(Collection entries)
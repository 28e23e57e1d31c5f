"""The cavity mode as text lines, a table against pump power, and the beam-radius picture."""

from __future__ import annotations

import math

from regentime.reports.tables import text_table


def _um(x) -> str:
    return "unstable" if x is None or not math.isfinite(x) else f"{x * 1e6:.4g} µm"


def range_text(mode) -> str:
    if mode.stable_range is None:
        return "no thermal lens: the mode does not depend on the pump power"
    if not mode.stable_range:
        return (f"stable nowhere between 0 and {mode.scan_max_W:.4g} W of absorbed average "
                "pump power")
    zones = ", ".join(f"{lo:.4g}–{hi:.4g} W" + (" (searched up to here)"
                                                 if hi >= mode.scan_max_W * (1 - 1e-9) else "")
                      for lo, hi in mode.stable_range)
    return f"stable for absorbed average pump power {zones}; operating at {mode.pump_power_W:.4g} W"


def mode_lines(mode) -> list[str]:
    """The MODE section of the setup card: radius at the crystal, cell and polarizer; range."""
    if mode is None:
        return ["not computed: no mirror curvature, lens or thermal lens given "
                "(gain.mode_radius used as typed)"]
    out = []
    for kind, label in (("gain_medium", "crystal"), ("pockels_cell", "cell"),
                        ("polarizer", "polarizer")):
        e = mode.of_kind(kind)
        if e is not None:
            extra = (f" (tangential {_um(e.radius_tangential_m)}, sagittal "
                     f"{_um(e.radius_sagittal_m)}, ellipticity {e.ellipticity:.3f})"
                     if mode.two_planes else "")
            out.append(f"1/e² radius at the {label} ({e.name}): {_um(e.radius_m)}{extra}")
    ht = f"half trace (A+D)/2 = {mode.half_trace:.4g}"
    if mode.two_planes:
        ht += f" tangential, {mode.half_trace_sagittal:.4g} sagittal"
    if mode.thermal_focal_length_m is not None:
        ht += f"; thermal lens f = {mode.thermal_focal_length_m * 1e3:.4g} mm"
    out.append(ht)
    out.append(range_text(mode))
    out.append("mode radius " + ("typed (gain.mode_radius) and used as given"
                                 if mode.given_mode_radius is not None
                                 else "computed from the cavity and used for the extraction"))
    return out


def element_table(mode) -> str:
    head = ["element", "kind", "radius"] + (["tangential", "sagittal", "ellipticity"]
                                            if mode.two_planes else []) + ["aperture"]
    rows = []
    for e in mode.elements:
        row = [e.name, e.kind, _um(e.radius_m)]
        if mode.two_planes:
            row += [_um(e.radius_tangential_m), _um(e.radius_sagittal_m), f"{e.ellipticity:.3f}"]
        row.append("" if e.aperture_m is None else f"{e.aperture_m * 1e3:.3g} mm")
        rows.append(row)
    return text_table(head, rows)


def pump_table(mode) -> str:
    return text_table(["absorbed pump", "radius at the crystal"],
                      [[f"{p:.4g} W", _um(w)] for p, w in mode.pump_table])


def plot_mode(cavity, mode, path: str) -> None:
    """Beam radius along the unfolded cavity (both planes) with the elements marked, and the
    crystal radius against absorbed pump power when there is a thermal lens."""
    from regentime.planning.mode_plan import beam_profile
    from regentime.reports.plots import _pyplot, save_figure

    plt = _pyplot(path)
    z, wt, ws, marks = beam_profile(cavity)
    panels = 2 if mode.pump_table else 1
    fig, axes = plt.subplots(panels, 1, figsize=(9, 4 + 2.5 * (panels - 1)), squeeze=False)
    ax = axes[0][0]
    ax.plot(z * 1e3, [w * 1e3 for w in wt], label="tangential" if mode.two_planes else "1/e² radius")
    if mode.two_planes:
        ax.plot(z * 1e3, [w * 1e3 for w in ws], "--", label="sagittal")
    top = max(max(wt), max(ws)) * 1e3
    for pos, name in marks:
        ax.axvline(pos * 1e3, color="0.6", lw=0.8)
        ax.text(pos * 1e3, top * 1.02, name, rotation=90, fontsize=7, va="bottom", ha="center")
    ax.set_ylim(0, top * 1.35)
    ax.set_xlabel("position along the cavity from the first end mirror (mm)")
    ax.set_ylabel("1/e² beam radius (mm)")
    ax.set_title(f"{cavity.name}: TEM00 mode, half trace {mode.half_trace:.3g}", fontsize=9)
    ax.grid(True, alpha=0.3)
    ax.legend(fontsize=8, loc="lower right")
    if panels == 2:
        bx = axes[1][0]
        p = [r[0] for r in mode.pump_table]
        w = [r[1] * 1e3 if math.isfinite(r[1]) else float("nan") for r in mode.pump_table]
        bx.plot(p, w, "o-", ms=3)
        bx.axvline(mode.pump_power_W, color="C3", ls="--", label="operating point")
        for lo, hi in mode.stable_range or ():
            bx.axvspan(lo, hi, color="C2", alpha=0.1)
        bx.set_xlabel("absorbed average pump power (W)")
        bx.set_ylabel("radius at the crystal (mm)")
        bx.grid(True, alpha=0.3)
        bx.legend(fontsize=8)
    fig.tight_layout()
    save_figure(fig, path)
    plt.close(fig)
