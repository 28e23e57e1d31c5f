"""Pictures to PNG files (matplotlib, Agg backend, imported only when a plot is asked for)."""

from __future__ import annotations

import io

import numpy as np

from regentime.errors import InputError


def _pyplot(path: str):
    try:
        import matplotlib

        matplotlib.use("Agg")
        import matplotlib.pyplot as plt
    except ImportError:  # pragma: no cover - depends on the environment
        raise InputError("--plot", path, "matplotlib installed (pip install 'regentime[plot]')") from None
    return plt


def save_figure(fig, path: str) -> None:
    """Render to memory, then write atomically (never a half-written PNG)."""
    from regentime.atomic_write import write_atomic

    buf = io.BytesIO()
    fig.savefig(buf, format="png", dpi=120)
    write_atomic(path, buf.getvalue())


def _axes(ax):
    """``ax`` or a new figure's Axes (pyplot imported only here)."""
    if ax is not None:
        return ax
    import matplotlib.pyplot as plt

    return plt.subplots(figsize=(8, 4.5))[1]


def draw_buildup(plan, ax=None):
    """Energy per round trip (log scale), output if switched out, the dump and the peak marked,
    on ``ax`` (a new figure when None).  Returns the Axes."""
    ax = _axes(ax)
    b, r = plan.buildup, plan.buildup.result
    k = np.arange(b.n_shown + 1)
    ax.semilogy(k, r.energy[: k.size], "o-", ms=3, label="in the cavity, E_k")
    ax.semilogy(k[1:], b.output[1: k.size], "s-", ms=3, alpha=0.7, label="output if switched out after k")
    ax.axvline(b.dump_round_trip, color="C3", ls="--", label=f"switch out: {b.dump_round_trip} ({b.rule})")
    if b.peak_round_trip != b.dump_round_trip:
        ax.axvline(b.peak_round_trip, color="C2", ls=":", label=f"peak output: {b.peak_round_trip}")
    ax.set_xlabel("round trip")
    ax.set_ylabel("energy (J)")
    ax.set_title(f"{plan.cavity.name}: build-up, T_rt = {plan.optics.round_trip_time * 1e9:.3f} ns")
    ax.grid(True, which="both", alpha=0.3)
    ax.legend(loc="lower right", fontsize=8)
    return ax


def draw_contrast(plan, ax=None):
    """Satellites E/E_main (log scale) against time from the main pulse (ns), on ``ax``."""
    ax = _axes(ax)
    c = plan.contrast
    floor = 1e-12
    for sats, color, label in ((c.pre_pulses, "tab:red", "pre-pulses"),
                               (c.post_pulses, "tab:blue", "post-pulses"),
                               (c.seed_leak, "tab:green", "seed leakage")):
        pts = [(s.time * 1e9, max(s.energy / c.main_energy, floor)) for s in sats]
        if pts:
            x, y = zip(*pts)
            ax.vlines(x, floor, y, colors=color, linewidth=1.0)
            ax.plot(x, y, "o", color=color, ms=4, label=label)
    ax.plot([0.0], [1.0], "D", color="black", label="main pulse")
    ax.set_yscale("log")
    ax.set_xlabel("time from the main pulse (ns)")
    ax.set_ylabel("E / E_main")
    ax.set_title(f"{plan.cavity.name}: satellites")
    ax.grid(True, alpha=0.3)
    ax.legend(fontsize=8)
    return ax


def plot_buildup(plan, path: str) -> None:
    """The build-up picture (:func:`draw_buildup`) to a PNG file."""
    plt = _pyplot(path)
    fig, ax = plt.subplots(figsize=(8, 4.5))
    draw_buildup(plan, ax)
    fig.tight_layout()
    save_figure(fig, path)
    plt.close(fig)
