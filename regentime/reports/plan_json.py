"""The plan as one JSON object (the contract for tools and tests: DESIGN.md "Output").

SI units, the unit in each key name.  Infinite or undefined numbers become ``null`` (JSON has
no infinity); the reason is given next to them where it matters.
"""

from __future__ import annotations

import json
import math
from typing import Any

import numpy as np

from regentime import __version__


def _clean(x: Any) -> Any:
    """Make numpy scalars/arrays and non-finite floats JSON-safe."""
    if isinstance(x, dict):
        return {str(k): _clean(v) for k, v in x.items()}
    if isinstance(x, (list, tuple)):
        return [_clean(v) for v in x]
    if isinstance(x, np.ndarray):
        return [_clean(v) for v in x.tolist()]
    if isinstance(x, (np.integer,)):
        return int(x)
    if isinstance(x, (float, np.floating)):
        v = float(x)
        return v if math.isfinite(v) else None
    return x


def buildup_dict(plan) -> dict:
    b = plan.buildup
    n = b.n_shown
    r = b.result
    ks = list(range(n + 1))
    return {
        "round_trip": ks,
        "energy_J": r.energy[: n + 1],
        "log_gain": r.log_gain[: n + 1],
        "stored_energy_J": r.stored[: n + 1],
        "output_energy_J": b.output[: n + 1],
        "peak_fluence_J_m2": r.peak_fluence[: n + 1],
        "b_integral_rad": r.b_integral[: n + 1],
        "sensitivity_pump": b.sensitivity_pump[: n + 1],
        "sensitivity_seed": b.sensitivity_seed[: n + 1],
        "peak_round_trip": b.peak_round_trip,
        "notes": (["output_energy_J and the sensitivities are per switch-out round trip N, "
                   "each at its own shot-to-shot steady state (continuous pump)"]
                  if b.continuous else []),
    }


def plan_to_dict(plan) -> dict:
    """Everything ``regentime plan --format json`` prints."""
    b = plan.buildup
    cav = plan.cavity
    out: dict[str, Any] = {
        "regentime_version": __version__,
        "name": cav.name,
        "source": cav.source,
        "content_hash": cav.content_hash,
        "wavelength_m": cav.wavelength,
        "repetition_rate_Hz": cav.repetition_rate,
        "round_trip_time_s": plan.optics.round_trip_time,
        "optical_path_m": plan.optics.optical_path,
        "cell_arm_time_s": plan.optics.cell_arm_time,
        "gain_arm_time_s": plan.optics.gain_arm_time,
        "saturation_fluence_J_m2": b.gain.j_sat,
        "stored_energy_J": b.stored_at_injection,
        "initial_log_gain": float(b.result.log_gain[0]),
        "buildup": buildup_dict(plan),
        "dump": {
            "round_trip": b.dump_round_trip,
            "output_energy_J": b.output_energy,
            "extraction_efficiency": b.extraction_efficiency,
            "rule": b.rule,
            "peak_round_trip": b.peak_round_trip,
            "period": b.period,
            "output_energies_J": [float(e) for e in b.output_energies],
        },
    }
    if plan.switching is not None:
        out["switch"] = plan.switching.to_dict()
        out["seed_pulse_index"] = plan.switching.seed_pulse_index
    else:
        out["switch"] = {"status": "not computed: switching model not available in this build"}
        out["seed_pulse_index"] = None
    if plan.timing is not None:
        out["timing_table"] = plan.timing.to_rows_dicts()
    else:
        out["timing_table"] = []
    if plan.contrast is not None:
        out["contrast"] = plan.contrast.to_dict()
    else:
        out["contrast"] = {"status": "not computed: contrast model not available in this build"}
    if plan.stability is not None and hasattr(plan.stability, "to_dict"):
        out["stability"] = plan.stability.to_dict()
    out["checks"] = [c.to_dict() for c in plan.checks]
    out["cannot_be_met"] = plan.cannot_be_met
    out["cautions"] = list(plan.cautions)
    return _clean(out)


def plan_to_json(plan) -> str:
    return json.dumps(plan_to_dict(plan), indent=2, ensure_ascii=False)
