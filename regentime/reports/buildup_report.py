"""Build-up table and check list as text, Markdown, CSV and JSON."""

from __future__ import annotations

import json

import numpy as np

from regentime.reports.plan_json import _clean, buildup_dict
from regentime.numfmt import eng
from regentime.reports.tables import csv_table, md_table, text_table

HEADERS = ("RT", "energy", "out if dumped", "peak fluence", "log gain", "stored", "S_pump", "S_seed", "B", "")
CSV_HEADERS = ("round_trip", "energy_J", "output_energy_J", "peak_fluence_J_m2", "log_gain",
               "stored_energy_J", "sensitivity_pump", "sensitivity_seed", "b_integral_rad", "mark")


def _mark(plan, k: int) -> str:
    b = plan.buildup
    marks = []
    if k == b.dump_round_trip:
        marks.append(f"<- switch out ({b.rule})")
    if k == b.peak_round_trip and k != b.dump_round_trip:
        marks.append("<- peak output")
    elif k == b.peak_round_trip:
        marks.append("(peak)")
    return " ".join(marks)


def _num(v, fmt="{:.4g}"):
    return "—" if v is None or not np.isfinite(v) else fmt.format(v)


def rows(plan, display: bool = True):
    b, r = plan.buildup, plan.buildup.result
    out = []
    for k in range(b.n_shown + 1):
        vals = (k, r.energy[k], b.output[k], r.peak_fluence[k], r.log_gain[k], r.stored[k],
                b.sensitivity_pump[k], b.sensitivity_seed[k], r.b_integral[k], _mark(plan, k))
        if display:
            out.append((str(k), eng(vals[1], "J"), eng(vals[2], "J"),
                        "—" if k == 0 else f"{vals[3] / 1e4:.4g} J/cm²", f"{vals[4]:.4f}", eng(vals[5], "J"),
                        _num(vals[6], "{:+.3f}"), _num(vals[7], "{:+.3f}"), _num(vals[8], "{:.3g}"), vals[9]))
        else:
            out.append(vals)
    return out


def summary_lines(plan) -> list[str]:
    b, o, cav = plan.buildup, plan.optics, plan.cavity
    lines = [
        f"cavity          {cav.name}" + (f"  ({cav.source}, {cav.content_hash})" if cav.source else "  (built-in demo)"),
        f"round trip      {eng(o.round_trip_time, 's', 6)}   (optical path end to end {o.optical_path * 1e3:.2f} mm, "
        f"cell arm {eng(o.cell_arm_time, 's')}, gain arm {eng(o.gain_arm_time, 's')})",
        f"gain            J_sat {b.gain.j_sat / 1e4:.4g} J/cm², stored {eng(b.stored_at_injection, 'J')} at injection, "
        f"single-pass log gain {b.result.log_gain[0]:.4f} (G0 = {np.exp(b.result.log_gain[0]):.4g})",
        f"switch out      after round trip {b.dump_round_trip} ({b.rule}); peak output at {b.peak_round_trip}",
        f"output          {eng(b.output_energy, 'J')}, extraction efficiency {b.extraction_efficiency * 100:.1f} % "
        + ("of the energy stored per period (E_out·f_rep/R)" if b.continuous else "of the stored energy"),
    ]
    if b.continuous:
        per = "period 1 (one energy)" if b.period == 1 else ("irregular" if b.period == 0 else f"period {b.period}")
        if b.period != 1:
            e = b.output_energies
            per += f": alternates between {eng(max(e), 'J')} and {eng(min(e), 'J')}"
        lines.append(f"shot to shot    continuous pump at {eng(cav.repetition_rate, 'Hz')}: steady state {per}")
    return lines


def buildup_text(plan) -> str:
    parts = summary_lines(plan) + ["", text_table(HEADERS, rows(plan), align="rrrrrrrrrl")]
    parts += ["", "S_pump, S_seed: relative output change per relative change of pump / seed energy "
                  "(∂ln E_out/∂ln x) if switched out after that round trip."]
    if plan.buildup.continuous:
        parts.append("Continuous pump: 'out if dumped' and S are each at that round trip's own "
                     "shot-to-shot steady state.")
    return "\n".join(parts)


def buildup_md(plan) -> str:
    parts = [f"# Build-up: {plan.cavity.name}", ""] + [f"- {l.strip()}" for l in summary_lines(plan)]
    parts += ["", md_table(HEADERS, rows(plan), align="rrrrrrrrrl")]
    return "\n".join(parts)


def buildup_csv(plan) -> str:
    return csv_table(CSV_HEADERS, rows(plan, display=False))


def buildup_json(plan) -> str:
    b = plan.buildup
    d = {"round_trip_time_s": plan.optics.round_trip_time, "buildup": buildup_dict(plan),
         "dump": {"round_trip": b.dump_round_trip, "output_energy_J": b.output_energy,
                  "extraction_efficiency": b.extraction_efficiency, "rule": b.rule,
                  "period": b.period, "output_energies_J": [float(e) for e in b.output_energies]}}
    return json.dumps(_clean(d), indent=2, ensure_ascii=False)


def checks_text(plan) -> str:
    lines = []
    for c in plan.checks:
        lines.append(f"  {c.level.upper():8s} {c.name:11s} {c.message}")
    return "\n".join(lines) if lines else "  (no checks)"
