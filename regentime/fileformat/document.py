"""A cavity file open for editing (the TUI's model of the file): change values, keep the rest.

The text of the file is the single source of truth.  Every edit is a splice of that text at
positions taken from the YAML node tree (``start_mark``/``end_mark`` of ruamel.yaml's
composer), so comments, blank lines, key order, quoting and flow/block style of everything
that is not edited stay byte for byte as the user wrote them.  After each edit the text is
parsed again; an edit that would break the YAML is undone and refused.

Paths: ``"pump.energy"``, ``"dump"``, ``"cables.pump.length"``,
``"cavity[2].pockels_cell.length"`` (or ``"cavity[2].length"``: the kind is looked up).
"""

from __future__ import annotations

import json
import math
import re
from typing import Any, Optional

from regentime.errors import InputError
from regentime.fileformat.loader import load_cavity_text
from regentime.fileformat.reading import (
    depth_check, yaml_parser, check_value, decode, read_bytes, read_yaml)
from regentime.fileformat.schema import ELEMENTS, FieldSpec, field_spec
from regentime.units import DIMENSIONS, format_quantity

_PART = re.compile(r"([^.\[\]]+)|\[(\d+)\]")


def _split(path: str) -> list:
    parts: list = []
    pos = 0
    for m in _PART.finditer(path):
        if m.start() != pos and path[pos:m.start()] != ".":
            raise InputError(path, path, "a key path like 'pump.energy' or "
                             "'cavity[2].pockels_cell.length'")
        parts.append(m.group(1) if m.group(1) is not None else int(m.group(2)))
        pos = m.end()
    if not parts or pos != len(path):
        raise InputError(path, path, "a key path like 'pump.energy'")
    return parts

#### [TASK DESCRIPTION]
Copy the lines above exactly, from the very first through the one containing "def _um(x) ->", and include no other line.

#### [RESULT OF THE TASK]
repository 28e23e57e1d31c5f
"""The cavity mode as text lines, a table against pump power, and the beam-radius picture."""

from __future__ import annotations

import math

from regentime.reports.tables import text_table


def _um(x) -> str:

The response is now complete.